- The Huadong Valley (in green) between the Central Mountain Range and the Coastal Mountain Range
- Length: 180 km (110 mi)

Geology
- Type: Valley

Geography
- Location: Taiwan
- Coordinates: 23°26′24″N 121°21′43″E﻿ / ﻿23.439959°N 121.362076°E
- Interactive map of Huadong Valley

= Huadong Valley =

Valley in Eastern Taiwan

The Huadong Valley or Hualien–Taitung Valley (花東縱谷 (Huādōng Zònggǔ, Hua^{1}-tung^{1} Tsung^{4}-ku^{3})), also known as East Longitudinal Valley, or as the Nakasendō Plain (中仙道平野, Nakasendō Heiya) during the era of Japanese rule, is a long and narrow valley located between the Central Mountain Range and the Coastal Mountain Range of eastern Taiwan, stretching about 180 km from Hualien City in the north to Taitung City in the south.

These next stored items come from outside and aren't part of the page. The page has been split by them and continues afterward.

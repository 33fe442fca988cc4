"""Helpers for the loader tests: write the same quotes in every supported layout.

The quotes are generated inside each test (random, seeded or drawn by hypothesis);
nothing here is a stored expected result.
"""
from __future__ import annotations

import csv
from pathlib import Path

import numpy as np
import pandas as pd

from optbench.data.occ import format_occ

ASOF = "2026-11-27"
ROOT = "ZPHX"


def long_frame(quotes: pd.DataFrame, spot: float) -> pd.DataFrame:
    """Canonical long layout with the DESIGN.md column names."""
    return pd.DataFrame({
        "underlying": ROOT, "quote_date": ASOF, "underlying_price": spot,
        "expiry": quotes["expiry"].dt.strftime("%Y-%m-%d"),
        "strike": quotes["strike"], "type": np.where(quotes["is_call"], "C", "P"),
        "bid": quotes["bid"], "ask": quotes["ask"], "volume": quotes["volume"],
        "open_interest": quotes["open_interest"],
    })


def write_layouts(quotes: pd.DataFrame, spot: float, folder: Path) -> dict[str, Path]:
    """Write ``quotes`` (expiry, strike, is_call, bid, ask, volume, open_interest;
    every (expiry, strike) with both a call and a put) in each supported layout."""
    out: dict[str, Path] = {}
    base = long_frame(quotes, spot)

    out["long"] = folder / "long.csv"
    base.to_csv(out["long"], index=False)

    variant = pd.DataFrame({
        "QuoteDate": pd.to_datetime(base["quote_date"]).dt.strftime("%m/%d/%Y"),
        "Expiration": quotes["expiry"].dt.strftime("%d-%b-%Y"),
        "Call/Put": np.where(quotes["is_call"], "call", "Put"),
        "Strike Price": base["strike"], "Bid": base["bid"], "Ask": base["ask"],
        "OpenInterest": base["open_interest"], "Volume": base["volume"],
        "UnderlyingPrice": spot, "Underlying Symbol": ROOT,
    })
    out["variant"] = folder / "variant.csv"
    with out["variant"].open("w", newline="") as fh:
        fh.write("Option chain export\n\n")  # a title line above the header
        variant.to_csv(fh, index=False)

    calls = quotes[quotes["is_call"]].set_index(["expiry", "strike"])
    puts = quotes[~quotes["is_call"]].set_index(["expiry", "strike"])
    joined = calls.merge(puts, left_index=True, right_index=True, how="outer",
                         suffixes=("_c", "_p")).reset_index()
    wide = pd.DataFrame({
        "Quote Date": ASOF, "Underlying Price": spot,
        "Expiry": joined["expiry"].dt.strftime("%Y%m%d"),
        "Call Bid": joined["bid_c"], "Call Ask": joined["ask_c"],
        "Call Volume": joined["volume_c"], "Call Open Interest": joined["open_interest_c"],
        "Strike": joined["strike"],
        "Put Bid": joined["bid_p"], "Put Ask": joined["ask_p"],
        "Put Volume": joined["volume_p"], "Put Open Interest": joined["open_interest_p"],
    })
    out["wide"] = folder / "wide.csv"
    wide.to_csv(out["wide"], index=False)

    occ = pd.DataFrame({
        "symbol": format_occ(ROOT, quotes["expiry"].to_numpy(), quotes["is_call"].to_numpy(),
                             quotes["strike"].to_numpy(), pad=True),
        "bid": base["bid"], "ask": base["ask"], "volume": base["volume"],
        "open_interest": base["open_interest"], "underlying_price": spot,
        "quote_date": ASOF,
    })
    occ.loc[occ.index[::2], "symbol"] = format_occ(
        ROOT, quotes["expiry"].to_numpy()[::2], quotes["is_call"].to_numpy()[::2],
        quotes["strike"].to_numpy()[::2], pad=False)  # half unpadded
    out["occ"] = folder / "occ.csv"
    occ.to_csv(out["occ"], index=False)

    out["parquet"] = folder / "chain.parquet"
    base.to_parquet(out["parquet"], index=False)

    out["semicolon"] = folder / "semicolon.csv"
    with out["semicolon"].open("w", newline="", encoding="utf-8") as fh:
        w = csv.writer(fh, delimiter=";")
        w.writerow(base.columns)
        for row in base.itertuples(index=False):  # test fixture writer, not the loader
            w.writerow([str(v).replace(".", ",") if isinstance(v, float) else v
                        for v in row])
    return out


def random_quotes(rng: np.random.Generator, spot: float = 100.0,
                  n_exp: int = 3, n_k: int = 6) -> pd.DataFrame:
    """Calls and puts on a strike grid, prices with random noise (some rejectable)."""
    exps = pd.Timestamp(ASOF) + pd.to_timedelta(np.sort(rng.choice(
        np.arange(1, 700), n_exp, replace=False)), unit="D")
    ks = np.sort(rng.choice(np.arange(50, 200), n_k, replace=False)).astype(float)
    e, k, c = np.meshgrid(exps, ks, [True, False], indexing="ij")
    e, k, c = e.ravel(), k.ravel(), c.ravel()
    intrinsic = np.where(c, np.maximum(spot - k, 0), np.maximum(k - spot, 0))
    mid = intrinsic + rng.uniform(0.0, 8.0, k.size)
    half = rng.uniform(0.0, 1.5, k.size)
    return pd.DataFrame({
        "expiry": pd.to_datetime(e), "strike": k, "is_call": c,
        "bid": np.round(np.maximum(mid - half, 0.0), 2),
        "ask": np.round(mid + half, 2),
        "volume": rng.integers(0, 3, k.size), "open_interest": rng.integers(0, 3, k.size),
    })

The valley is believed to be part of the northern terminus of the Philippine Mobile Belt, a complex collection of tectonic plate fragments and volcanic intrusions. The valley is formed by the alluvial plains of three large river systems, namely the Hualien River, Xiuguluan River and Beinan River, all of which flow into the Pacific Ocean.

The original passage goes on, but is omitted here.